There are so many things I love about this show. It’s fun, lighthearted take on demons and monsters, the hilarious writing style, the developed characters and their realistic struggles in life, the creative and divergent storylines of each season and even the intro music. Still, I think that even through all of that the show manages to break boundaries and challenge the typical dynamics of the time, as well as remaining an intellectual study on human nature and the process of growing up.
This might sound a little dramatic, but here’s an example.

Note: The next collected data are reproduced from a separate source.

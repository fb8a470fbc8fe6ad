import { z } from 'zod'
import { mustHaveKinds } from './requirements'
import type { MustHaveKind } from './requirements'

const n = z.number().nullable()

/** A must-have judged on unrounded numbers. */
export const check = z.object({
  id: z.string(), kind: z.enum(Object.keys(mustHaveKinds) as MustHaveKind[]),
  passes: z.boolean(),
  /** by how much it holds (positive) or fails (negative), in the kind's unit; null where the row has no such number */
  by: n,
  sentence: z.string(),
})

/** One link case of a row, in dB. */
export const caseValues = z.object({
  id: z.string(), name: z.string(),
  availableEsN0Db: z.number(), marginDb: n, requiredMarginDb: z.number(), surplusDb: n,
})

/**
 * Computed cells of a row. SNR in dB, rates in Hz and bit/s, probabilities plain.
 * null where a row has no such number (an entered scheme has no geometry).
 */
export const candidateValues = z.object({
  order: z.int().nullable(), dimensions: z.int().nullable(), bitsPerSymbol: n, netBits: z.number(),
  meanEnergy: n, peakEnergy: n, paprDb: n,
  /** at Es = 1 */
  minimumDistance: n,
  /** in signal units after the row's normalisation */
  spacing: n,
  nearestMean: n, relevantMean: n, asymptoticEfficiencyDb: n,
  requiredEsN0Db: n, requiredEbN0Db: n, requiredEpkN0Db: n,
  requiredUnionEsN0Db: n, requiredAllPairsEsN0Db: n, requiredNearestEsN0Db: n,
  boundPenaltyDb: n, gapToCapacityDb: n, evmPercent: n,
  backOffDb: z.number(), backOffErrorDb: n,
  symbolRateHz: z.number(), occupiedBandwidthHz: z.number(), netBitRate: z.number(), spectralEfficiency: z.number(),
  cases: z.array(caseValues),
  /** of the case that decides */
  decidingCase: z.string().nullable(),
  availableEsN0Db: z.number(), availableEbN0Db: z.number(), marginDb: n, requiredMarginDb: z.number(), surplusDb: n,
  implementationLossDb: z.number(), rollOff: z.number(),
  receiverThresholdDbm: n,
  serUnion: n, serAllPairs: n, serNearest: n, serExact: n,
  passes: z.boolean(),
  verdict: z.string(),
  checks: z.array(check),
})
export type CandidateValues = z.infer<typeof candidateValues>

/** GET /api/candidates/{id}/curves: SER of one row over its SNR range. */
export const candidateCurves = z.object({
  esN0Db: z.array(z.number()),
  serUnion: z.array(z.number()), serNearest: z.array(z.number()), serExact: z.array(z.number()),
})
export type CandidateCurves = z.infer<typeof candidateCurves>

/** GET /api/candidates/{id}/constellation: what the close-up draws, at unit mean energy. */
export const candidateConstellation = z.object({
  points: z.array(z.array(z.number())),
  /** cell of each point as a polygon, clipped to the box */
  cells: z.array(z.array(z.array(z.number()))),
  box: z.number(),
  neighbours: z.array(z.array(z.object({ point: z.int(), distance: z.number(), nearest: z.boolean() }))),
  minimumDistance: z.number(),
})
export type CandidateConstellation = z.infer<typeof candidateConstellation>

Throughout the show, there’s a bit of an underlying joke about how many extras end up dying to an assortment of demons and freak accidents without anyone really taking notice. Even though a few more important characters die over the course of the seven seasons, it always feels like a part of the plot- something that happened just to raise the stakes of whatever fight the group was a part of. During one of the later seasons, though, there is a character that dies from an aneurysm, without any meddling from any evil forces or revenge-bent monsters. The episode that follows this is heavy, cinematic and an extremely powerful acknowledgment of the true imminence and reality of death. This is something that I would have never expected from this kind of show, and this sort of thoughtfulness on the part of the writers really made me appreciate it so much more.
Because of all these reasons, I would highly recommend Buffy the Vampire Slayer. It is true that like many long TV shows, it tends to fluctuate in terms of the quality of each episode and it falls off a bit towards the end, but the third, fourth, and fifth seasons are definitely worth it. I think that anyone who gives this show a try will be pleasantly surprised and will find an entertaining- albeit time consuming- new pastime.